Zümrüt Gözlü Luna
morgan_jo30 · Güncelleniyor · 116.3k Kelime
Giriş
Bölüm 1
Her kız lise balosunu hayal eder ve ben de bu konuda istisna değildim. Arkadaşlarım ve ben elbise alışverişine gitmeye hazırlanıyorduk, ama ailem balonun benim için ne kadar önemli olduğunu anlamıyordu. Onlar, imajımı etkileyebilecek ve aile adımıza olumsuz dikkat çekebilecek her şeyden kaçınmam gerektiğine inanıyordu.

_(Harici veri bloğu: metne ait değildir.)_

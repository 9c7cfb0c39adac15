package relpos

import (
	"math"
	"math/rand/v2"
	"slices"
	"testing"

	"github.com/relshard/relshard/tokenize"
)

func plainTokens(n int) []tokenize.Token {
	tokens := make([]tokenize.Token, n)
	for i := range tokens {
		tokens[i] = tokenize.Token{Time: int32(i), Pitch: -1, Inst: -1}
	}
	return tokens
}

// TestReportTenTokens: the relative position matrix r_ij = j − i of a 10-token sequence
// clipped at k = 7, bidirectional (fact of the trade, Shaw et al. 2018 clipping): 100
// pairs, |j − i| > 7 for exactly 6, coverage 94 %.
func TestReportTenTokens(t *testing.T) {
	cfg := DefaultConfig()
	cfg.Pairs = Bidirectional
	cfg.Distance = []SchemeSpec{{Scheme: TypeLinear, Width: 1, Clip: clipPtr(7)}}
	c, err := NewCounter(cfg)
	if err != nil {
		t.Fatal(err)
	}
	tally := c.NewTally()
	if err := c.Count(tally, plainTokens(10)); err != nil {
		t.Fatal(err)
	}
	s := c.Report(tally, "ms").Distance.Schemes[0]
	got := [5]float64{float64(s.Pairs), float64(s.Inside), float64(s.SatLow + s.SatHigh), s.InsideShare, float64(len(s.Buckets))}
	if want := [5]float64{100, 94, 6, 0.94, 15}; got != want {
		t.Errorf("pairs, inside, saturated, share, buckets = %v, want %v", got, want)
	}
	// Bucket 0 (offset −7 and below) holds Δ = −7 (3 pairs), −8 (2), −9 (1).
	if s.Buckets[0] != 6 || s.Buckets[7] != 10 || s.Buckets[14] != 6 {
		t.Errorf("buckets = %v", s.Buckets)
	}
}

// exactQuantile is the p-quantile of the values by sorting (the definition).
func exactQuantile(v []int64, p float64) int64 {
	s := slices.Clone(v)
	slices.Sort(s)
	return s[rank(p, int64(len(s)))-1]
}

// TestQuantilesMatchSorting compares the reported |Δ| quantiles with sorting all |Δ| of
// a naive enumeration: exact for distance and pitch, bracketed for time.
func TestQuantilesMatchSorting(t *testing.T) {
	r := rand.New(rand.NewPCG(3, 4))
	for iter := range 60 {
		cfg := DefaultConfig()
		if iter%2 == 1 {
			cfg.Pairs = Bidirectional
		}
		cfg.ExactUpTo = []int{1, 32, 200, 5000}[iter%4]
		c, err := NewCounter(cfg)
		if err != nil {
			t.Fatal(err)
		}
		tally := c.NewTally()
		var abs [numKinds][]int64
		for range 1 + r.IntN(3) {
			tokens := randomWindow(r, 1+r.IntN(120))
			if err := c.Count(tally, tokens); err != nil {
				t.Fatal(err)
			}
			for i, q := range tokens {
				for j, k := range tokens {
					if cfg.Pairs == Causal && j > i {
						break
					}
					abs[Distance] = append(abs[Distance], int64(max(i-j, j-i)))
					abs[Time] = append(abs[Time], int64(max(q.Time-k.Time, k.Time-q.Time)))
					if q.Pitch >= 0 && k.Pitch >= 0 {
						abs[Pitch] = append(abs[Pitch], int64(max(q.Pitch-k.Pitch, k.Pitch-q.Pitch)))
					}
				}
			}
		}
		rep := c.Report(tally, "ms")
		for _, k := range Kinds {
			if len(abs[k]) == 0 {
				continue
			}
			kr := rep.Kind(k)
			if want := slices.Max(abs[k]); kr.Max != want {
				t.Errorf("iter %d %s: max %d, want %d", iter, k, kr.Max, want)
			}
			for _, q := range kr.Quantiles {
				want := exactQuantile(abs[k], q.P)
				if q.Exact && q.Value != want || !q.Exact && (want < q.Low || want > q.Value) {
					t.Errorf("iter %d %s p%v: got %+v, want %d", iter, k, q.P, q, want)
				}
				if k != Time && !q.Exact {
					t.Errorf("iter %d %s p%v: not exact", iter, k, q.P)
				}
				if k == Time && want <= int64(cfg.ExactUpTo) && q.Value != want {
					t.Errorf("iter %d time p%v: %+v, want exact %d", iter, q.P, q, want)
				}
				if !q.Exact && float64(q.Value-q.Low) > float64(q.Value)/12+1 {
					t.Errorf("iter %d %s p%v: bracket %+v wider than 1/12", iter, k, q.P, q)
				}
			}
		}
	}
}

// TestWilson checks the Wilson score interval against the worked examples of
// Newcombe 1998 ("Two-sided confidence intervals for the single proportion", Stat.
// Med. 17:857, Table II, method 3, 95 %): 81/263, 15/148, 0/20, 1/29 (from memory).
func TestWilson(t *testing.T) {
	for _, tt := range []struct {
		x, n     int64
		lo, high float64
	}{
		{81, 263, 0.2553, 0.3662},
		{15, 148, 0.0624, 0.1605},
		{0, 20, 0, 0.1611},
		{1, 29, 0.0061, 0.1718},
	} {
		got := wilson(tt.x, tt.n, 0.95)
		if math.Abs(got.Low-tt.lo) > 5e-5 || math.Abs(got.High-tt.high) > 5e-5 {
			t.Errorf("wilson(%d, %d) = %+v, want [%.4f, %.4f]", tt.x, tt.n, got, tt.lo, tt.high)
		}
	}
	// 1.959964 is the 97.5 % standard normal quantile (common practice).
	if z := normalQuantile(0.975); math.Abs(z-1.959964) > 1e-6 {
		t.Errorf("z = %v", z)
	}
}

func TestRecommendAndBudget(t *testing.T) {
	cfg := DefaultConfig()
	cfg.Distance = []SchemeSpec{{Scheme: TypeLinear, Width: 2, Clip: clipPtr(3)}}
	cfg.Budget = 4 // causal: clip 3, offsets −3..0
	cfg.BudgetWidths.Distance = []int{1, 2}
	c, err := NewCounter(cfg)
	if err != nil {
		t.Fatal(err)
	}
	tally := c.NewTally()
	if err := c.Count(tally, plainTokens(10)); err != nil {
		t.Fatal(err)
	}
	kr := c.Report(tally, "ms").Distance
	// 55 causal pairs; n − a pairs at distance a: 10, 9, 8, ... The 95 % rank is 53 and
	// the 99 % rank 55: |Δ| ≤ 7 holds 52 pairs, ≤ 8 holds 54, ≤ 9 all 55.
	want := []Recommendation{
		{Width: 2, Target: 0.95, Clip: 4, ClipHigh: 4, Rows: 5, Exact: true}, // q95 = 8, k = 8/2
		{Width: 2, Target: 0.99, Clip: 4, ClipHigh: 4, Rows: 5, Exact: true}, // q99 = 9, k = 9/2
	}
	if !slices.Equal(kr.Recommend, want) {
		t.Errorf("recommend = %+v, want %+v", kr.Recommend, want)
	}
	// width 1, clip 3: |Δ| ≤ 3 holds 10+9+8+7 = 34 of 55; width 2: |Δ| ≤ 7 holds 52.
	if len(kr.Budget) != 2 || kr.Budget[0].Inside != 34.0/55 || kr.Budget[1].Inside != 52.0/55 || kr.Budget[0].Rows != 4 {
		t.Errorf("budget = %+v", kr.Budget)
	}
}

Görünüşe göre, beta'nın kızı olmak eğlenmeyi kısıtlıyordu. Elbette, hayatın tadını çıkarmak ve dolu dolu yaşamak için her fırsatı değerlendiriyordum. Annem, bir eş bulmadan önceki halini hatırlattığımı söylüyor ve bana biraz esneklik tanıyordu, ama babam kurallara çok sıkı bağlıydı. Annem Sarah, 1.68 boyunda, fit bir vücuda sahip ve göğüs hizasında açık kahverengi saçları olan bir kadındı. Beş yaşından beri bana dövüşmeyi öğreten bir savaşçıydı. Babam Ben ise 2.01 boyunda, araba kaldırabilecek kadar güçlü, baştan ayağa dövmelerle kaplı ve siyah saçları olan bir adamdı. Bana hiçbir zaman kolaylık sağlamamıştı ve erkek olmadığım için üzülüyordu, ama bu onu beni erkek gibi yetiştirmekten alıkoymamıştı. Erkeklerle aynı yarışmalara katılıyordum, ama henüz onu alt edememiştim. O, benim de en az onlar kadar iyi olduğumu ve eğer kendimi toparlarsam beta pozisyonunu almam gerektiğini düşünüyordu. Yıllar boyunca bana verdiği dersleri düşünerek gülümsedim. "Hangi eş, kurallara uymayan, parti yapan bir kızı ister, hele ki hangi alfa seni beta olarak ister?" diye sormuştu. Bu soruya güldüm çünkü geleceğin alfası Damian ile büyümüştüm.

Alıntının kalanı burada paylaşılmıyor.